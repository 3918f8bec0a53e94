/* Laws of the diodes and of the rectifier they form.
 * SPDX-License-Identifier: GPL-3.0-or-later */
#include "supply/diode.h"

#include <math.h>

/* Below this current the drop of a vacuum diode is taken as straight: the two-thirds power has no slope at zero. */
#define STRAIGHT_BELOW_AMPS 1e-7

plw_diode plw_diode_silicon(void) {
    return (plw_diode){PLW_DIODE_SILICON, 0.7, 0.23, (double)NAN};
}

plw_diode plw_diode_vacuum(double volts, double amps) {
    plw_diode diode = {PLW_DIODE_VACUUM, 0, 0, (double)NAN};
    if (volts > 0 && amps > 0 && isfinite(volts) && isfinite(amps)) {
        diode.perveance = amps / (volts * sqrt(volts));
    }
    return diode;
}

double plw_path_ohms(double secondary_ohms, double primary_ohms, double primary_volts, double secondary_volts) {
    if (!(secondary_ohms >= 0 && primary_ohms >= 0 && primary_volts > 0 && secondary_volts > 0)) {
        return (double)NAN;
    }
    const double ratio = secondary_volts / primary_volts;
    return secondary_ohms + primary_ohms * ratio * ratio;
}

plw_rectifier_law plw_rectifier_law_of(const plw_rectifier *supply) {
    plw_rectifier_law law = {0};
    law.vacuum = supply->diode.kind == PLW_DIODE_VACUUM;
    law.bridge = supply->connection == PLW_BRIDGE;
    law.half_wave = supply->connection == PLW_HALF_WAVE;
    law.peak_volts = sqrt(2.0) * supply->winding_rms_volts;
    law.path_ohms = fmax(supply->path_ohms, PLW_PATH_OHMS_LEAST);
    law.series = law.bridge ? 2 : 1;
    if (law.vacuum) {
        law.perveance = supply->diode.perveance;
        return law;
    }
    const double slope_ohms = supply->diode.slope_ohms;
    law.drop_volts = law.series * supply->diode.drop_volts;
    law.total_ohms = law.path_ohms + law.series * slope_ohms;
    /* With both paths on, the loop through winding and diodes carries the difference of the two currents. */
    law.overlap_ohms = law.bridge ? 2 * (law.path_ohms + slope_ohms) : law.total_ohms;
    law.shared_ohms = law.bridge ? slope_ohms : law.total_ohms / 2;
    return law;
}

double plw_threshold_volts(const plw_rectifier_law *law) {
    return law->drop_volts;
}

/* x of  series x^2 + path K x^3 = over_volts,  where the current is K x^3: Newton's method on a convex function. */
static double cube_root_of_current(const plw_rectifier_law *law, double over_volts) {
    const double cube = law->path_ohms * law->perveance, square = law->series;
    double x = sqrt(over_volts / (square + cube * sqrt(over_volts / square)));
    for (int i = 0; i < 20; i++) {
        const double value = x * x * (square + cube * x) - over_volts;
        const double step = value / (x * (2 * square + 3 * cube * x));
        x -= step;
        if (fabs(step) <= 1e-9 * x) {
            break; /* the next step would be of the order of 1e-18 */
        }
    }
    return x;
}

double plw_path_amps(const plw_rectifier_law *law, double over_volts, double *slope) {
    if (law->vacuum) {
        if (over_volts <= 0) {
            *slope = 0;
            return 0;
        }
        const double x = cube_root_of_current(law, over_volts);
        *slope = 3 * law->perveance * x / (2 * law->series + 3 * law->path_ohms * law->perveance * x);
        return law->perveance * x * x * x;
    }
    const double driving = over_volts - law->drop_volts;
    *slope = driving > 0 ? 1 / law->total_ohms : 0;
    return driving > 0 ? driving / law->total_ohms : 0;
}

/* Drop of one vacuum diode at a current. */
static double vacuum_drop(const plw_rectifier_law *law, double amps, double *slope) {
    const double held = fmax(amps, STRAIGHT_BELOW_AMPS);
    const double root = cbrt(held / law->perveance), volts = root * root;
    if (amps < STRAIGHT_BELOW_AMPS) {
        *slope = volts / STRAIGHT_BELOW_AMPS;
        return *slope * amps;
    }
    *slope = 2 * volts / (3 * held);
    return volts;
}

/* Both vacuum paths on: share the current so that the loop through the winding closes.  Bisection kept inside Newton.
 */
static double shared_first_amps(const plw_rectifier_law *law, double emf_volts, double amps, double *slope_by_amps) {
    const double loop_ohms = law->bridge ? 2 * law->path_ohms : law->path_ohms, series = law->series;
    double low = amps / 2, high = amps, first = amps * 0.75, by_amps = 0.5;
    for (int i = 0; i < 60; i++) {
        double slope_first, slope_second;
        const double drop_first = vacuum_drop(law, first, &slope_first);
        const double drop_second = vacuum_drop(law, amps - first, &slope_second);
        const double excess = loop_ohms * (2 * first - amps) + series * (drop_first - drop_second) - 2 * emf_volts;
        const double slope = 2 * loop_ohms + series * (slope_first + slope_second);
        by_amps = (loop_ohms + series * slope_second) / slope;
        if (excess > 0) {
            high = first;
        } else {
            low = first;
        }
        double next = first - excess / slope;
        if (!(next >= low && next <= high)) {
            next = (low + high) / 2;
        }
        const double moved = fabs(next - first);
        first = next;
        if (moved <= 1e-13 * amps) {
            break;
        }
    }
    *slope_by_amps = by_amps;
    return first;
}

static double vacuum_choke_volts(const plw_rectifier_law *law, double emf_volts, double amps, double *slope,
                                 double *first_amps) {
    double drop_slope, zero_slope;
    const double drop = vacuum_drop(law, amps, &drop_slope);
    const double loop_ohms = law->bridge ? 2 * law->path_ohms : law->path_ohms;
    *first_amps = amps;
    *slope = -law->path_ohms - law->series * drop_slope;
    if (law->half_wave || 2 * emf_volts >= loop_ohms * amps + law->series * drop) {
        return emf_volts - law->path_ohms * amps - law->series * drop;
    }
    double by_amps;
    const double first = shared_first_amps(law, emf_volts, amps, &by_amps);
    const double first_drop = vacuum_drop(law, first, &zero_slope);
    *first_amps = first;
    if (law->bridge) {
        *slope = -law->path_ohms * (2 * by_amps - 1) - 2 * zero_slope * by_amps;
        return emf_volts - law->path_ohms * (2 * first - amps) - 2 * first_drop;
    }
    *slope = -(law->path_ohms + zero_slope) * by_amps;
    return emf_volts - law->path_ohms * first - first_drop;
}

double plw_choke_volts(const plw_rectifier_law *law, double emf_volts, double amps, double *slope, double *first_amps) {
    if (law->vacuum) {
        return vacuum_choke_volts(law, emf_volts, amps, slope, first_amps);
    }
    *first_amps = amps;
    if (law->half_wave || 2 * emf_volts >= law->overlap_ohms * amps) {
        *slope = -law->total_ohms;
        return emf_volts - law->drop_volts - law->total_ohms * amps;
    }
    *first_amps = amps / 2 + (law->overlap_ohms > 0 ? emf_volts / law->overlap_ohms : 0);
    *slope = -law->shared_ohms;
    return -law->drop_volts - law->shared_ohms * amps;
}
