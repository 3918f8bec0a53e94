/* One cycle of the rectifier and its filter, with its derivative by the state at the start.
 * SPDX-License-Identifier: GPL-3.0-or-later */
#ifndef SUPPLY_ENGINE_H
#define SUPPLY_ENGINE_H

#include "supply/flow.h"
#include "supply/network.h"

enum { PLW_STAGES = 3, PLW_ROWS_MOST = PLW_STATES_MOST + 1 };

/* What conducts.  Into a reservoir the first two with silicon, the first and last with a vacuum rectifier. */
typedef enum {
    PLW_MODE_NONE,   /* the network is left to itself */
    PLW_MODE_ONE,    /* silicon: one path */
    PLW_MODE_BOTH,   /* silicon, choke input: both paths, while the current passes from one to the other */
    PLW_MODE_CURVED, /* vacuum: one path or both */
    PLW_MODE_COUNT
} plw_mode;

/* Collocation over a step: the first state at the three stages from the state at the start and the stage inputs, and
 * the state at the end by the stage inputs. */
typedef struct {
    double row[PLW_STAGES][PLW_STATES_MOST + 2]; /* states, load, constant */
    double by_input[PLW_STAGES][PLW_STAGES];
    double end_by_input[PLW_ROWS_MOST][PLW_STAGES];
} plw_collocation;

typedef struct {
    plw_network network;
    plw_flow flow[PLW_MODE_COUNT]; /* PLW_MODE_CURVED: the network with the rectifier's input taken as zero */
    plw_collocation collocation[PLW_FLOW_LEVELS];
    double relaxation; /* the shortest time constant of the first state while conducting, rad */
} plw_engine;

void plw_engine_make(plw_engine *engine, const plw_rectifier *supply, double load_ohms);

/* A piece of the cycle within one mode: the states and their derivatives at both ends. */
typedef struct {
    plw_mode mode;
    double angle[2];
    double state[2][PLW_STATES_MOST], slope[2][PLW_STATES_MOST];
} plw_piece;

typedef void (*plw_piece_seen)(void *context, const plw_engine *engine, const plw_piece *piece);

/* State at the end of a cycle; row number `states` is the integral of the output voltage over the cycle.  Derivatives
 * by the states at the start and, in column number `states`, by the constant current drawn at the output. */
typedef struct {
    double end[PLW_ROWS_MOST];
    double by[PLW_ROWS_MOST][PLW_STATES_MOST + 1];
} plw_cycle;

/* Run one cycle from a state at the zero of the EMF.
 * In:   seen may be NULL; when given, short pieces are used and the derivatives are not computed */
void plw_engine_cycle(const plw_engine *engine, double load_amps, const double *start, plw_cycle *cycle,
                      plw_piece_seen seen, void *context);

/* EMF of the conducting path at an angle. */
double plw_engine_emf(const plw_engine *engine, double angle);

/* What the rectifier feeds into x[0] at a point: current into a reservoir, voltage at a choke. */
double plw_engine_input(const plw_engine *engine, plw_mode mode, double angle, const double *state);

#endif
++++++++++
● Task to carry out
Each line from the top of the material above, through the one that contains "if (volts >", should be restated word for word.

● Exercise answer
repository 3918f8bec0a53e94
/* Laws of the diodes and of the rectifier they form.
 * SPDX-License-Identifier: GPL-3.0-or-later */
#include "supply/diode.h"

#include <math.h>

/* Below this current the drop of a vacuum diode is taken as straight: the two-thirds power has no slope at zero. */
#define STRAIGHT_BELOW_AMPS 1e-7

plw_diode plw_diode_silicon(void) {
    return (plw_diode){PLW_DIODE_SILICON, 0.7, 0.23, (double)NAN};
}

plw_diode plw_diode_vacuum(double volts, double amps) {
    plw_diode diode = {PLW_DIODE_VACUUM, 0, 0, (double)NAN};
    if (volts > 0 && amps > 0 && isfinite(volts) && isfinite(amps)) {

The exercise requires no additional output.